Warning code content:

class Mlp(nn.Module):
“”“Multi-Layer Perceptron (MLP)”“”

def __init__(self,
             in_dim,
             hidden_dim=None,
             out_dim=None,
             act_layer=nn.GELU):
    """
    Args:
        in_dim: input features dimension
        hidden_dim: hidden features dimension
        out_dim: output features dimension
        act_layer: activation function
    """
    super().__init__()
    out_dim = out_dim or in_dim
    hidden_dim = hidden_dim or in_dim
    self.fc1 = nn.Linear(in_dim, hidden_dim)
    self.act = act_layer()
    self.fc2 = nn.Linear(hidden_dim, out_dim)
    self.out_dim = out_dim

def forward(self, x): 
    x_size = x.size()
    x = x.view(-1, x_size[-1])
    x = self.fc1(x)
    x = self.act(x)
    x = self.fc2(x)
    x = x.view(*x_size[:-1], self.out_dim) 
    return x

Can anybody help? Thanks

Hi,
Can you please try the below possible suggestions-

  1. Add explicit optimization profiles covering your input shapes (min, opt, max shapes for each input), e.g.:

/usr/src/tensorrt/bin/trtexec --onnx=/mnt/d/wsl/XoFTR-main/weights/xoftr0507.onnx
–fp16 --saveEngine=/mnt/d/wsl/XoFTR-main/weights/xoftr_fp16.engine
–memPoolSize=workspace:2048
–minShapes=image0:1x1x360x640,image1:1x1x512x640
–optShapes=image0:1x1x360x640,image1:1x1x512x640
–maxShapes=image0:1x1x360x640,image1:1x1x512x640

  1. Investigate the reshape layers in your ONNX model causing the zeroIsPlaceHolder warning.

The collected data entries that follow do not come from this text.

def test_lithium_below_zero_without_heater_gets_no_charge():
    # common practice (BMS rule): no lithium-ion charging below 0 degC without heating
    charge = np.full(48, 200.0)
    kw = dict(usable_fraction=1.0, charge_efficiency_frac=0.98, discharge_efficiency_frac=0.98,
              charge_temp_min_c=0.0, initial_soc_frac=0.3)
    cold = soc.simulate_soc(charge, 0.0, np.array([1000.0]), -5.0, **kw)
    assert cold.energy_in_wh[0] == 0.0
    assert cold.charge_blocked_hours[0] == 48
    assert cold.final_soc_frac[0] == pytest.approx(0.3)
    heated = soc.simulate_soc(charge, 0.0, np.array([1000.0]), -5.0,
                              heater_on=np.ones(48, dtype=bool), **kw)
    assert heated.energy_in_wh[0] > 0 and heated.final_soc_frac[0] == pytest.approx(1.0)
    # a lead-acid lane (no charge-temperature limit) in the same hours does charge
    lead = soc.simulate_soc(charge, 0.0, np.array([1000.0]), -5.0,
                            **{**kw, "charge_temp_min_c": -np.inf})
    assert lead.energy_in_wh[0] > 0


def test_hot_pack_gets_no_charge_and_hours_are_counted_apart():
    # common practice (BMS rule): lithium-ion is not charged above its maximum charge
    # temperature (45 degC for LFP/NMC in chemistries.toml); a heater does not help
    temp = np.r_[np.full(10, -5.0), np.full(20, 50.0), np.full(18, 25.0)]
    charge = np.full(48, 100.0)
    kw = dict(usable_fraction=1.0, charge_efficiency_frac=1.0, discharge_efficiency_frac=1.0,
              charge_temp_min_c=0.0, charge_temp_max_c=45.0, initial_soc_frac=0.0)
    for engine in ("auto", "numpy"):
        r = soc.simulate_soc(charge, 0.0, np.array([10000.0]), temp, engine=engine,
                             heater_on=np.r_[np.zeros(10), np.ones(20), np.zeros(18)] > 0,
                             **kw)
        assert r.charge_blocked_cold_hours[0] == 10
        assert r.charge_blocked_hot_hours[0] == 20     # the heater in those hours changes nothing
        assert r.charge_blocked_hours[0] == 30         # the total, as before
        assert r.energy_in_wh[0] == pytest.approx(18 * 100.0)


def test_charge_acceptance_limit_and_efficiency_by_hand():
    # empty 1000 Wh pack, C/10 acceptance, eta_c 0.9, 2 kW offered: 100 Wh/h accepted,
    # 90 Wh/h stored, full (1000 Wh) after 1000/90 = 11.1 h -> 11 full hours + 10 Wh
    r = soc.simulate_soc(np.full(24, 2000.0), 0.0, np.array([1000.0]), 20.0,
                         usable_fraction=1.0, charge_efficiency_frac=0.9,
                         discharge_efficiency_frac=1.0, max_charge_c_rate=0.1,
                         initial_soc_frac=0.0, keep_series_for=[0])
    assert r.max_c_rate[0] == pytest.approx(0.1, rel=1e-6)
    assert r.soc_frac_series[0, 0] == pytest.approx(0.09, rel=1e-6)
    assert r.energy_in_wh[0] == pytest.approx(1000.0 / 0.9)
    assert r.curtailed_wh[0] == pytest.approx(24 * 2000.0 - 1000.0 / 0.9)
    # sign convention of the C-rate series: negative while charging
    assert r.current_c_rate_series[0, 0] == pytest.approx(-0.1, rel=1e-6)


def test_discharge_to_floor_then_unserved_by_hand():
    # 1000 Wh full, floor at 20 % (max DOD 0.8), eta_d 0.9, 10 W for 200 h:
    # deliverable = 800 Wh stored x 0.9 = 720 Wh; unserved = 2000 - 720 = 1280 Wh
    r = soc.simulate_soc(0.0, np.full(200, 10.0), np.array([1000.0]), 20.0,
                         usable_fraction=1.0, charge_efficiency_frac=1.0,
                         discharge_efficiency_frac=0.9, min_soc_frac=0.2, keep_series_for=[0])
    assert r.energy_out_wh[0] == pytest.approx(720.0)
    assert r.unserved_wh[0] == pytest.approx(1280.0)
    assert r.unserved_hours[0] == 200 - 72       # 72 full hours served, then short
    assert r.min_soc_frac[0] == pytest.approx(0.2, abs=1e-6)
    assert r.equivalent_full_cycles_per_year[0] == pytest.approx(720 / 1000 * 8760 / 200)
    assert r.current_c_rate_series[0, 0] == pytest.approx(0.01, rel=1e-6)   # 10 W / 1000 Wh


def test_cold_derating_raises_the_floor():
    # half the capacity available: floor = C (1 - 0.5 (1 - 0.2)) = 0.6 C; delivered 400 Wh
    r = soc.simulate_soc(0.0, np.full(100, 10.0), np.array([1000.0]), -10.0,
                         usable_fraction=1.0, charge_efficiency_frac=1.0,
                         discharge_efficiency_frac=1.0, min_soc_frac=0.2,
                         available_capacity_frac=0.5)
    assert r.energy_out_wh[0] == pytest.approx(400.0)
    assert r.min_soc_frac[0] == pytest.approx(0.6, abs=1e-6)


def test_longest_low_soc_days_by_hand():
    # 1000 Wh, 100 Wh/day load, no charging: SOC after hour t is 1 - (t+1)/240; a day's
    # highest SOC is at its first hour; below 0.5 from day 5 on: days 5..29 = 25 days
    r = soc.simulate_soc(0.0, np.full(30 * 24, 100 / 24), np.array([1000.0]), 20.0,
                         usable_fraction=1.0, charge_efficiency_frac=1.0,
                         discharge_efficiency_frac=1.0, low_soc_threshold_frac=0.5)
    assert r.longest_low_soc_days[0] == 25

Fix those in your model export or preprocessing if possible.
  2. Simplify the ONNX model using onnx-simplifier:
    python3 -m onnxsim xoftr0507.onnx xoftr0507_simplified.onnx
    Then try building the engine from the simplified model.
  3. Monitor GPU memory usage with nvidia-smi during build to confirm actual memory usage.